Rapid onset of severe symptomatic hypokalemia warrants urgent investigation and requires immediate treatment [14]. It is critical to distinguish hypokalemia caused by redistribution from that caused by depletion. In contrast to those with marked depletion, patients with hypokalemia due to potassium redistribution have little or no potassium deficit and are at risk for rebound hyperkalemia after minimal potassium repletion [24,25]. As seen in a study by Lin et al. (2004), 19 out of 30 patients with periodic paralysis developed rebound hyperkalemia (serum potassium greater than 5 meq/L) after administration of a mean of 63 meq of potassium chloride [15].

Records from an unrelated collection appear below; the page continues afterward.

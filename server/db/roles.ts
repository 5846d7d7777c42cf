/**
 * The two database roles Hatchway uses (D18 in DEVELOPERS.md). Migrations run as the owner,
 * which owns the schema's objects; the server connects as the app role, which owns nothing and
 * holds only the privileges the migrations grant it: no UPDATE, DELETE or TRUNCATE on the
 * append-only tables, no TRIGGER anywhere, no CREATE in the schema. Neither is a superuser.
 */
export const OWNER_ROLE = "hatchway_owner";
export const APP_ROLE = "hatchway_app";

/** Role attributes both logins are held to: nothing beyond logging in. */
export const ROLE_ATTRIBUTES = "LOGIN NOSUPERUSER NOCREATEDB NOCREATEROLE NOREPLICATION NOBYPASSRLS";
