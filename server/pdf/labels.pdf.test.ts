import { PDFDocument } from "pdf-lib";
import { beforeAll, describe, expect, it } from "vitest";
import { renderLabelsPdf } from "./labels.pdf";
import type { ManifestBox, ManifestInput } from "./manifest-input";
import { buildAnimal, buildBoxes, buildManifestInput } from "./manifest-input.fixture";
import { decodeQrFromPng, drawnGlyphIds, extractPageTexts, pageSizesPt, renderPagePng } from "./pdf-test-support";

/** Three boxes with different species in each, so a label showing another box's animals fails. */
function distinctBoxes(): ManifestBox[] {
  const [a, b, c] = buildBoxes(3, 0);
  return [
    {
      ...a!,
      animals: [
        buildAnimal(0, { scientificName: "Python regius", count: 2 }),
        buildAnimal(1, { scientificName: "Pantherophis guttatus", count: 1 }),
      ],
    },
    {
      ...b!,
      animals: [
        buildAnimal(2, { scientificName: "Crotalus atrox", count: 1, venomous: true }),
        buildAnimal(3, { scientificName: "Ambystoma mexicanum", count: 4 }),
      ],
    },
    { ...c!, animals: [buildAnimal(4, { scientificName: "Correlophus ciliatus", count: 3 })] },
  ];
}

const NOT_NON = /(?<!NON-)VENOMOUS/;

describe("renderLabelsPdf", () => {
  let input: ManifestInput;
  let bytes: Uint8Array;
  let pages: string[];

  beforeAll(async () => {
    input = buildManifestInput({ boxes: distinctBoxes() });
    bytes = await renderLabelsPdf(input);
    pages = await extractPageTexts(bytes);
  });

  it("makes one 4 × 6 inch page per box", async () => {
    // PDF user space is 1/72 in (ISO 32000-1 §8.3.2.3) [published]: 4 × 6 in = 288 × 432 pt
    expect(pages).toHaveLength(3);
    for (const size of await pageSizesPt(bytes)) expect(size).toEqual({ width: 288, height: 432 });
  });

  it("marks each box LIVE ANIMALS, THIS SIDE UP and box n of N", () => {
    pages.forEach((text, i) => {
      expect(text).toContain("LIVE ANIMALS");
      expect(text).toContain("THIS SIDE UP");
      expect(text).toContain(`BOX ${i + 1} of 3`);
      expect(text).toContain("Transfer HW-2026-0042");
    });
  });

  it("carries the shipper's and consignee's name and address on every box", () => {
    // 50 CFR 14.81: each container marked with the name and address of shipper and consignee [published]
    for (const text of pages) {
      for (const party of [input.sender, input.receiver]) {
        expect(text).toContain(party.organisation);
        expect(text).toContain(party.street);
        expect(text).toContain(`${party.city}, ${party.state} ${party.zip}`);
        expect(text).toContain(`24-hour phone: ${party.phone24h}`);
      }
      expect(text.indexOf("FROM (SHIPPER)")).toBeLessThan(text.indexOf("TO (CONSIGNEE)"));
    }
  });

  it("lists the box's own contents by scientific name and number, and only those", () => {
    // 50 CFR 14.81: contents by scientific name and number of each species [published]; counts set in distinctBoxes()
    expect(pages[0]).toMatch(/Pantherophis guttatus 1 Python regius 2/);
    expect(pages[1]).toMatch(/Ambystoma mexicanum 4 Crotalus atrox VENOMOUS 1/);
    expect(pages[2]).toMatch(/Correlophus ciliatus 3/);
    expect(pages[0]).not.toContain("Crotalus atrox");
    expect(pages[2]).not.toContain("Python regius");
  });

  it("says VENOMOUS when any animal in the box is, NON-VENOMOUS otherwise", () => {
    // 50 CFR 14.81: whether venomous [published]; only box 2 holds a rattlesnake
    expect(pages[1]).toMatch(NOT_NON);
    expect(pages[1]).not.toContain("NON-VENOMOUS");
    for (const text of [pages[0], pages[2]]) {
      expect(text).toContain("NON-VENOMOUS");
      expect(text).not.toMatch(NOT_NON);
    }
  });

  it("gives the safe range in °F with °C", () => {
    // 65 °F = 18.3 °C, 85 °F = 29.4 °C (NIST SP 811 conversion) [published]
    for (const text of pages) expect(text).toMatch(/KEEP BETWEEN 65–85 °F \(18–29 °C\)/);
  });

  it("prints a QR code that opens the handoff page", () => {
    const png = renderPagePng(bytes, "labels-page2", 2);
    expect(decodeQrFromPng(png)).toBe(input.handoffUrl);
  });

  it("keeps a box of many species on one label and points to the manifest for the rest", async () => {
    // 40 lines of different (placeholder) species in the genus Anolis, one animal each
    const crowded = buildManifestInput({
      boxes: buildBoxes(1, 40).map((b) => ({
        ...b,
        animals: b.animals.map((a, i) => ({ ...a, scientificName: `Anolis sp${i}`, count: 1 })),
      })),
    });
    const labelBytes = await renderLabelsPdf(crowded);
    const [text = ""] = await extractPageTexts(labelBytes);
    expect(await pageSizesPt(labelBytes)).toHaveLength(1);
    const shown = Array.from({ length: 40 }, (_, i) => text.includes(`Anolis sp${i} 1`)).filter(Boolean).length;
    const rest = /\+ (\d+) more species \((\d+)\): see manifest/.exec(text);
    expect(shown).toBeGreaterThan(5);
    // every one of the 40 single-animal lines is either printed or counted in the remainder
    expect(shown + Number(rest?.[1] ?? 0)).toBe(40);
    expect(Number(rest?.[2])).toBe(40 - shown);
    renderPagePng(labelBytes, "labels-crowded");
  });
});

describe("renderLabelsPdf with hostile text", () => {
  it("draws markup, overrides and emoji as plain, visible text", async () => {
    const base = buildManifestInput();
    const input = buildManifestInput({
      sender: { ...base.sender, organisation: "<script>alert(1)</script> Herps 🐍 (demo)", street: "x".repeat(2000) },
      receiver: { ...base.receiver, contactName: "\u202Eevil\u202C Marcus" },
      boxes: base.boxes.map((b) => ({ ...b, label: "a\u0000b\nc" })),
    });
    const bytes = await renderLabelsPdf(input);
    const reloaded = await PDFDocument.load(bytes);
    expect(reloaded.getPageCount()).toBe(3);
    const text = (await extractPageTexts(bytes)).join(" ");
    expect(text).toContain("<script>alert(1)</script> Herps [snake] (demo)");
    expect(text).not.toContain("\uFFFD");
    expect(text).toContain("evil Marcus");
    expect(text).not.toMatch(/[\u202A-\u202E]/);
    expect(text).toContain("ab c");
    const ids = await drawnGlyphIds(bytes);
    expect(ids.length).toBeGreaterThan(0);
    expect(ids).not.toContain(0);
    renderPagePng(bytes, "labels-hostile");
  });
});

The importance of prompt treatment cannot be overstated. Apart from life-threatening arrhythmias, “judicious” early repletion precludes the clinician from having to face the potential diagnostic and therapeutic dilemma once ischemic rhabdomyolysis has set in. The release of potassium from injured myocytes will mask the severity of the underlying hypokalemia or even lead to normal or high values. Although treatment for hypokalemia seems straightforward, keeping in mind the primary pathology will appropriately guide the clinician and enhance patient safety.

Conclusions

Transcellular shifting is a common cause of hypokalemia. Severe hypokalemic paralysis in the context of trigger-point injection is an incredibly rare occurrence and this is the first case report in English literature. A high index of clinical suspicion and a systematic approach are therefore required for prompt diagnosis and management of this obscure iatrogenic entity.